Лишь несколько замечаний о судьбе самой рукописи. Все, кто читал «О времени и о реке», помнят ночное путешествие в поезде через Вирджинию. Этот эпизод, рассказывает автор, задумывался как одна или две вводные главы, но в ней оказалось 100 000 слов, больше, чем в среднем по объему романе. Пришлось провести героическую работу по сокращению, и она одна заняла несколько лет. В другом месте романа четыре человека ведут разговор в течение четырех часов. «Все завзятые любители поговорить, порою они перебивают друг друга. Разговор вышел захватывающий и живой, потому что я знал характеры и особенности речи каждого из его участников и ничего не забыл. Но вот единственное, что на самом деле происходит в этой сцене: молодая женщина выходит из машины, на которой ее привез муж, и скрывается в доме матери, и всякий раз, когда он подает ей сигнал, она кричит ему: „Да, да, я сейчас иду!“ Эти пять минут действительно превратились в четыре часа, и все то время, пока бедняга на улице подавал сигнал гудком, две женщины и двое молодых людей в доме разговаривали едва ли не обо всем на свете — о жителях этого города, их прошлом, вспоминали предания старины, обсуждали сегодняшний день и строили планы на будущее. Я записал все точно, то, что сам пережил тысячу раз. Но четыре человека наговорили у меня 80 000 слов на 200 печатных страниц убористого шрифта — и это при том, что эпизод представлял собой всего лишь маленькую сцену огромной книги. Так что в таком виде сцена, разумеется, пойти не могла, и ее пришлось изъять».

Хуже всего, однако, что параллельно с сокращениями ему пришлось заканчивать главы, которые были лишь намечены, писать те, что вообще не были написаны, а также увязывать между собой эпизоды, подвергшиеся наибольшим сокращениям. Он снова стал писать слишком длинно, фактически новые книги, которые сами требовали сокращений. И когда издатель в какой-то момент пришел к выводу, что часть рукописи, которую можно было бы назвать собственно романом, практически закончена, Вулф впал в отчаяние и запретил издавать незавершенную работу.

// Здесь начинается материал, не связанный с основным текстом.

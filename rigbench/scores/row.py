"""What one finished run leaves behind: a row."""

from __future__ import annotations

from collections.abc import Mapping
from dataclasses import dataclass, field

__all__ = ["HOST_OUTCOMES", "MACHINE_OUTCOMES", "SETTLED_TROUBLES", "Row"]

MACHINE_OUTCOMES = ("finished", "diverged", "hit-stop")
"""The machine's verdicts: they count. A run that did not finish fails, with infinite error."""

SETTLED_TROUBLES = ("law-error", "no-plant", "disagrees")
"""The host's troubles that the same run would have again: the law's or scene's code raised; the draw makes
a plant that could not exist; engine and drive disagree about the machine (see Log.in_doubt)."""

HOST_OUTCOMES = (*SETTLED_TROUBLES, "timed-out", "crashed")
"""The host's troubles: they leave their cell incomplete and count neither for nor against a law."""


@dataclass(frozen=True)
class Row:
    """One run, named as the experiment names it, with its outcome and scores.

    ``draw`` is None where nothing is random. ``scores`` maps a score's name (joint_rms_deg,
    joint_rms_deg.j1, tool_peak_mm ...) to its value; it is empty unless the run finished. A value
    may be inf (it never settled); a score that the motion does not define is absent.
    """

    sheet: str
    law: str
    motion: str
    condition: str
    level: float | None
    draw: int | None
    outcome: str
    scores: Mapping[str, float] = field(default_factory=dict)
    reason: str = ""
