"""A cell: what the draws of one law under one condition show."""

from __future__ import annotations

from collections.abc import Callable, Mapping, Sequence
from dataclasses import dataclass

import numpy as np
from numpy.typing import NDArray

from rigbench.arm.arm import Floats
from rigbench.scores.anytime import anytime_interval, settled
from rigbench.scores.gather import FINISHED, CellKey, CellRuns, Gathered
from rigbench.scores.intervals import quantiles, wilson
from rigbench.scores.names import score_info
from rigbench.scores.results import Cell, Column, Measure, MotionCell, Tolerance

__all__ = ["CountedDraws", "build_cell", "counted", "verdict_of"]

Interval = Callable[[int, int], tuple[float, float]]


@dataclass(frozen=True, eq=False)
class CountedDraws:
    """The draws of a cell that count: those on which the machine gave its verdict in every motion."""

    draws: NDArray[np.int64]  # (D,) draw numbers, ascending
    finished: NDArray[np.bool_]  # (D,), every motion finished
    passed: NDArray[np.bool_]  # (D,), every motion finished and kept its limits
    worst: Floats  # (D, S), each score in its worst motion; inf if a motion did not finish


def counted(
    runs: CellRuns, names: Sequence[str], motions: Sequence[str], tolerance: Tolerance | None
) -> CountedDraws:
    """Return the draws that count, of runs of the M ``motions``.

    A draw passes when in every motion the run finished and each of the motion's limits holds ('at most')
    on the scores that the motion defines; without a tolerance, when every run finished. A score is that
    of the draw's worst motion, and infinite if any of its runs did not finish, except for scores about
    the host, of which such a run says nothing.
    """
    complete = runs.complete
    finished = np.all(runs.state[complete] == FINISHED, axis=1)
    scores = runs.scores[complete]
    worst = np.fmax.reduce(scores, axis=1, initial=np.nan)
    unfinished = np.ix_(~finished, ~_of_host(names))
    worst[unfinished] = np.inf
    passed = finished & np.all(_keeps_limits(scores, names, motions, tolerance), axis=1)
    return CountedDraws(runs.draws[complete], finished, passed, worst)


def _of_host(names: Sequence[str]) -> NDArray[np.bool_]:
    """Return which scores are about the host, (S,)."""
    infos = [score_info(name) for name in names]
    return np.array([info is not None and info.host for info in infos], dtype=bool)


def _keeps_limits(
    scores: Floats, names: Sequence[str], motions: Sequence[str], tolerance: Tolerance | None
) -> NDArray[np.bool_]:
    """Return whether each run keeps every limit of its motion on the scores it has: (D, M, S) to (D, M)."""
    limits = [{} if tolerance is None else tolerance.limits_for(motion) for motion in motions]
    ceiling = np.array([[own.get(name, np.inf) for name in names] for own in limits])
    kept: NDArray[np.bool_] = np.all(np.isnan(scores) | (scores <= ceiling), axis=2)
    return kept


def verdict_of(low: float, high: float, required_share: float) -> str:
    """Return 'keeps' if the interval reaches the required share, 'misses' if it lies below, else 'open'."""
    if low >= required_share:
        return "keeps"
    return "misses" if high < required_share else "open"


def build_cell(
    key: CellKey,
    column: Column,
    gathered: Gathered,
    *,
    motions: Sequence[str],
    tolerance: Tolerance | None,
    draws: int,
    possible: bool = True,
    anytime: bool = False,
    settled_after: int | None = None,
) -> tuple[Cell, CountedDraws]:
    """Return the cell of one law under one condition, and its draws that count.

    It is of ``draws`` draws if anything in it is random, or of the first ``settled_after`` where its column
    was settled after these. Unless it is ``possible``: then it plans none, and has no verdict. ``anytime``:
    its share's interval is to hold at any number of draws.

    Draws that lack a verdict of the machine, for now or for good, are ``incomplete`` and count neither
    for nor against the law. Where nothing is random the one run is exact: its share is 1 or 0 and its
    interval that point. A motion's own part counts the draws on which that motion has its verdict.
    """
    runs, names = gathered.cells[key], gathered.names
    if settled_after is not None:
        runs, draws = runs.first(settled_after), settled_after
    here = counted(runs, names, motions, tolerance)
    total, passed = len(here.draws), int(here.passed.sum())
    interval = (anytime_interval if anytime else wilson) if column.random else None
    share, low, high, verdict = _shares(passed, total, interval, tolerance if possible else None)
    planned = max(draws if possible else 0, len(runs.draws)) if column.random else int(possible)
    measures = _measures(here.worst, names, np.any(gathered.defined, axis=0), column.random)
    if len(motions) == 1:
        parts = {motions[0]: MotionCell(passed, total, measures)}
    else:
        parts = {
            motion: _motion_cell(index, motion, column, gathered, runs, tolerance)
            for index, motion in enumerate(motions)
        }
    cell = Cell(
        sheet=key[0],
        law=key[1],
        condition=key[2],
        level=column.level,
        draws=total,
        incomplete=planned - total,
        passed=passed,
        pass_share=share,
        pass_low=low,
        pass_high=high,
        verdict=verdict,
        measures=measures,
        motions=parts,
        unfinished=int(np.sum(~here.finished)),
        planned=planned,
        settled=settled_after is not None,
    )
    return cell, here


def _shares(
    passed: int, draws: int, interval: Interval | None, tolerance: Tolerance | None
) -> tuple[float | None, float | None, float | None, str]:
    """Return the pass share, its interval and the verdict; without an ``interval`` the one run is exact."""
    if tolerance is None:
        return None, None, None, ""
    if draws == 0:
        return None, None, None, "open"
    share = passed / draws
    low, high = interval(passed, draws) if interval else (share, share)
    if interval is anytime_interval:  # the very rule by which columns stop: no rounding error in between
        return share, low, high, settled(passed, draws, tolerance.required_share)
    return share, low, high, verdict_of(low, high, tolerance.required_share)


def _motion_cell(
    index: int, motion: str, column: Column, gathered: Gathered, runs: CellRuns, tolerance: Tolerance | None
) -> MotionCell:
    """Return the part of ``motion``, number ``index``, as if the cell had no other motion."""
    alone = CellRuns(runs.draws, runs.state[:, index : index + 1], runs.scores[:, index : index + 1])
    here = counted(alone, gathered.names, (motion,), tolerance)
    measures = _measures(here.worst, gathered.names, gathered.defined[index], column.random)
    return MotionCell(int(here.passed.sum()), len(here.draws), measures)


def _measures(
    worst: Floats, names: Sequence[str], defined: NDArray[np.bool_], random: bool
) -> Mapping[str, Measure]:
    """Return the measure of each score that is defined and of which the draws have a value."""
    if random:
        table = quantiles(worst)
    else:
        exact = worst[0] if len(worst) else np.full(len(names), np.nan)
        table = np.repeat(exact[:, None], 6, axis=1)
    return {
        name: Measure(*row)
        for name, row, exists in zip(names, table.tolist(), defined.tolist(), strict=True)
        if exists and row[0] == row[0]
    }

Издателю удалось убедить его, что он так-таки никогда и не станет Флобером: завершенность — не его судьба. И тогда он разрешил публикацию.

Бесконечно убедительны также описания Вулфом отчаяния, охватившего его при мысли о предстоящем разоблачении. Во-первых, он был уверен, что роман недоработан, во-вторых, его страшно мучила мысль, что, издав роман, он раскроет себя самого. Он прекрасно видит в этом внутреннее противоречие, вечное противоречие творчества. У него ведь было шесть лет для раскаяния, раз уж он был чересчур стыдлив, чтобы отдавать свои книги на всеобщий суд. Все это, однако, не мешало ему страшиться процесса, довести который до конца ему было необходимо для себя самого. Страх был так велик, что он снова уехал в Европу до выхода книги и, когда получил первую телеграмму об успехе романа, подумал, что издатель жалеет его и таким образом хочет сообщить о провале. Тогда он послал наконец ответную телеграмму, которой сообщал, что достаточно крепок и силен, чтобы знать истину, как бы она ни была ужасна.

И так далее, и так далее. Если подойти к судьбе Вулфа поверхностно, можно было бы сказать, что этот писатель жил по принципу «хочешь сходить с ума — сходи». И он, как уже говорилось, был весьма недалек от этого. Педантичная критика всего мира тоже ведь утверждала, что писатель Томас Вулф не владел формой, что в литературе он был стихийным бедствием и дикарем, которому заказан доступ на Парнас, сверкающий натертыми паркетными полами.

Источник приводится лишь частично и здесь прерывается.